WHAT THIS TASK INVOLVES - Write out the data once more, exactly as it reads.

Collected data:
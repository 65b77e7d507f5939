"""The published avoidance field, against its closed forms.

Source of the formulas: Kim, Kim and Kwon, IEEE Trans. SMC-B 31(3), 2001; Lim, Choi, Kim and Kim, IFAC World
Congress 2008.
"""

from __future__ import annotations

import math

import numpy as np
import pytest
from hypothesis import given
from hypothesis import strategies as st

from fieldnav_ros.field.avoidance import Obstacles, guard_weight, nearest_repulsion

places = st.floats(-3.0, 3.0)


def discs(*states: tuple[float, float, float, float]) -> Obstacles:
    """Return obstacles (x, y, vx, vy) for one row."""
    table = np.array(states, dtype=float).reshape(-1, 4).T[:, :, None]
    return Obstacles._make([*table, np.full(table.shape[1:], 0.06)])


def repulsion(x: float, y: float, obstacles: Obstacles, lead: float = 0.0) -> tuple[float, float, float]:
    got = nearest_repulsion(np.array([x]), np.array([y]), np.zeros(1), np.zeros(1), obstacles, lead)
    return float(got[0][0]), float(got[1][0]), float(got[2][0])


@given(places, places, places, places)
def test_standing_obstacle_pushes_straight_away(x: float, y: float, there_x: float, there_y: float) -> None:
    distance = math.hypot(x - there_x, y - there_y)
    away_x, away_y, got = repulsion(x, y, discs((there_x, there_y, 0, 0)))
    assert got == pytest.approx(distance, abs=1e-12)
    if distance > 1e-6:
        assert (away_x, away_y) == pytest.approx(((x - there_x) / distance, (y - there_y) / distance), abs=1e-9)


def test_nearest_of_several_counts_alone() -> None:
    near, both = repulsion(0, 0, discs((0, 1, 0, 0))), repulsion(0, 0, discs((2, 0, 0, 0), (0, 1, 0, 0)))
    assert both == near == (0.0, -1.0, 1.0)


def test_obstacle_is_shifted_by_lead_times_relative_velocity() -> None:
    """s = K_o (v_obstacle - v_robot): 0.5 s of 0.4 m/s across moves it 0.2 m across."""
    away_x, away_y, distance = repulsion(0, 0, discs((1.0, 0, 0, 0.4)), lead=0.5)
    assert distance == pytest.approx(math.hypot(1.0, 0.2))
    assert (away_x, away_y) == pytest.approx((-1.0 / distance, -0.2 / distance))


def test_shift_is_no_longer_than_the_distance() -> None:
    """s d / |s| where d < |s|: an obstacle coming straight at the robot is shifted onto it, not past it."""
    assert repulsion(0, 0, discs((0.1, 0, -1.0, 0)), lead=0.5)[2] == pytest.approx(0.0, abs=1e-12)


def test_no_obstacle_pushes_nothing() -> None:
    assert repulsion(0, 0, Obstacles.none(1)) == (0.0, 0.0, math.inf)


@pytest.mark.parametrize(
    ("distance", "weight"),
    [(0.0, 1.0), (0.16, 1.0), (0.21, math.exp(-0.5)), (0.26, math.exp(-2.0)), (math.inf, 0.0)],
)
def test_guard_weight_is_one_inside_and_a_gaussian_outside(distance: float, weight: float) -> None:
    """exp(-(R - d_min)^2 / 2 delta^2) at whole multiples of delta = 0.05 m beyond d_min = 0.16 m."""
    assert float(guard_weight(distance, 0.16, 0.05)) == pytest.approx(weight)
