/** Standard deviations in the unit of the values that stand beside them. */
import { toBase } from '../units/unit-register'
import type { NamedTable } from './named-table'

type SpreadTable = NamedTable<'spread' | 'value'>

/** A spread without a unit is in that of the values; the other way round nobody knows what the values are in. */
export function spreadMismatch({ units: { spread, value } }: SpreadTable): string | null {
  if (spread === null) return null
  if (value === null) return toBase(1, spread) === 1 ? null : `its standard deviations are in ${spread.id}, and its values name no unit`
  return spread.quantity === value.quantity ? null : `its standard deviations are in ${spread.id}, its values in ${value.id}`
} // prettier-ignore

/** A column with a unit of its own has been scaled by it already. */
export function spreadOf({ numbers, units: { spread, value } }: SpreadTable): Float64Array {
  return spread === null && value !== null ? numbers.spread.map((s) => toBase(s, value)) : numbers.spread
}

SOLUTION FOR THIS TASK -
repository 65b77e7d507f5939
"""The published avoidance field, against its closed forms.

Source of the formulas: Kim, Kim and Kwon, IEEE Trans. SMC-B 31(3), 2001; Lim, Choi, Kim and Kim, IFAC World
Congress 2008.
"""

from __future__ import annotations

import math

import numpy as np
import pytest
from hypothesis import given
from hypothesis import strategies as st

from fieldnav_ros.field.avoidance import Obstacles, guard_weight, nearest_repulsion

places = st.floats(-3.0, 3.0)


def discs(*states: tuple[float, float, float, float]) -> Obstacles:
    """Return obstacles (x, y, vx, vy) for one row."""
    table = np.array(states, dtype=float).reshape(-1, 4).T[:, :, None]
    return Obstacles._make([*table, np.full(table.shape[1:], 0.06)])


def repulsion(x: float, y: float, obstacles: Obstacles, lead: float = 0.0) -> tuple[float, float, float]:
    got = nearest_repulsion(np.array([x]), np.array([y]), np.zeros(1), np.zeros(1), obstacles, lead)
    return float(got[0][0]), float(got[1][0]), float(got[2][0])


@given(places, places, places, places)
def test_standing_obstacle_pushes_straight_away(x: float, y: float, there_x: float, there_y: float) -> None:
    distance = math.hypot(x - there_x, y - there_y)
    away_x, away_y, got = repulsion(x, y, discs((there_x, there_y, 0, 0)))
    assert got == pytest.approx(distance, abs=1e-12)
    if distance > 1e-6:
        assert (away_x, away_y) == pytest.approx(((x - there_x) / distance, (y - there_y) / distance), abs=1e-9)


def test_nearest_of_several_counts_alone() -> None:
    near, both = repulsion(0, 0, discs((0, 1, 0, 0))), repulsion(0, 0, discs((2, 0, 0, 0), (0, 1, 0, 0)))
    assert both == near == (0.0, -1.0, 1.0)


def test_obstacle_is_shifted_by_lead_times_relative_velocity() -> None:
    """s = K_o (v_obstacle - v_robot): 0.5 s of 0.4 m/s across moves it 0.2 m across."""
    away_x, away_y, distance = repulsion(0, 0, discs((1.0, 0, 0, 0.4)), lead=0.5)
    assert distance == pytest.approx(math.hypot(1.0, 0.2))
    assert (away_x, away_y) == pytest.approx((-1.0 / distance, -0.2 / distance))


def test_shift_is_no_longer_than_the_distance() -> None:
    """s d / |s| where d < |s|: an obstacle coming straight at the robot is shifted onto it, not past it."""
    assert repulsion(0, 0, discs((0.1, 0, -1.0, 0)), lead=0.5)[2] == pytest.approx(0.0, abs=1e-12)


def test_no_obstacle_pushes_nothing() -> None:
    assert repulsion(0, 0, Obstacles.none(1)) == (0.0, 0.0, math.inf)


@pytest.mark.parametrize(
    ("distance", "weight"),
    [(0.0, 1.0), (0.16, 1.0), (0.21, math.exp(-0.5)), (0.26, math.exp(-2.0)), (math.inf, 0.0)],
)
def test_guard_weight_is_one_inside_and_a_gaussian_outside(distance: float, weight: float) -> None:
    """exp(-(R - d_min)^2 / 2 delta^2) at whole multiples of delta = 0.05 m beyond d_min = 0.16 m."""
    assert float(guard_weight(distance, 0.16, 0.05)) == pytest.approx(weight)
/** Standard deviations in the unit of the values that stand beside them. */
import { toBase } from '../units/unit-register'
import type { NamedTable } from './named-table'

type SpreadTable = NamedTable<'spread' | 'value'>

/** A spread without a unit is in that of the values; the other way round nobody knows what the values are in. */
export function spreadMismatch({ units: { spread, value } }: SpreadTable): string | null {
  if (spread === null) return null
  if (value === null) return toBase(1, spread) === 1 ? null : `its standard deviations are in ${spread.id}, and its values name no unit`
  return spread.quantity === value.quantity ? null : `its standard deviations are in ${spread.id}, its values in ${value.id}`
} // prettier-ignore

/** A column with a unit of its own has been scaled by it already. */
export function spreadOf({ numbers, units: { spread, value } }: SpreadTable): Float64Array {
  return spread === null && value !== null ? numbers.spread.map((s) => toBase(s, value)) : numbers.spread
}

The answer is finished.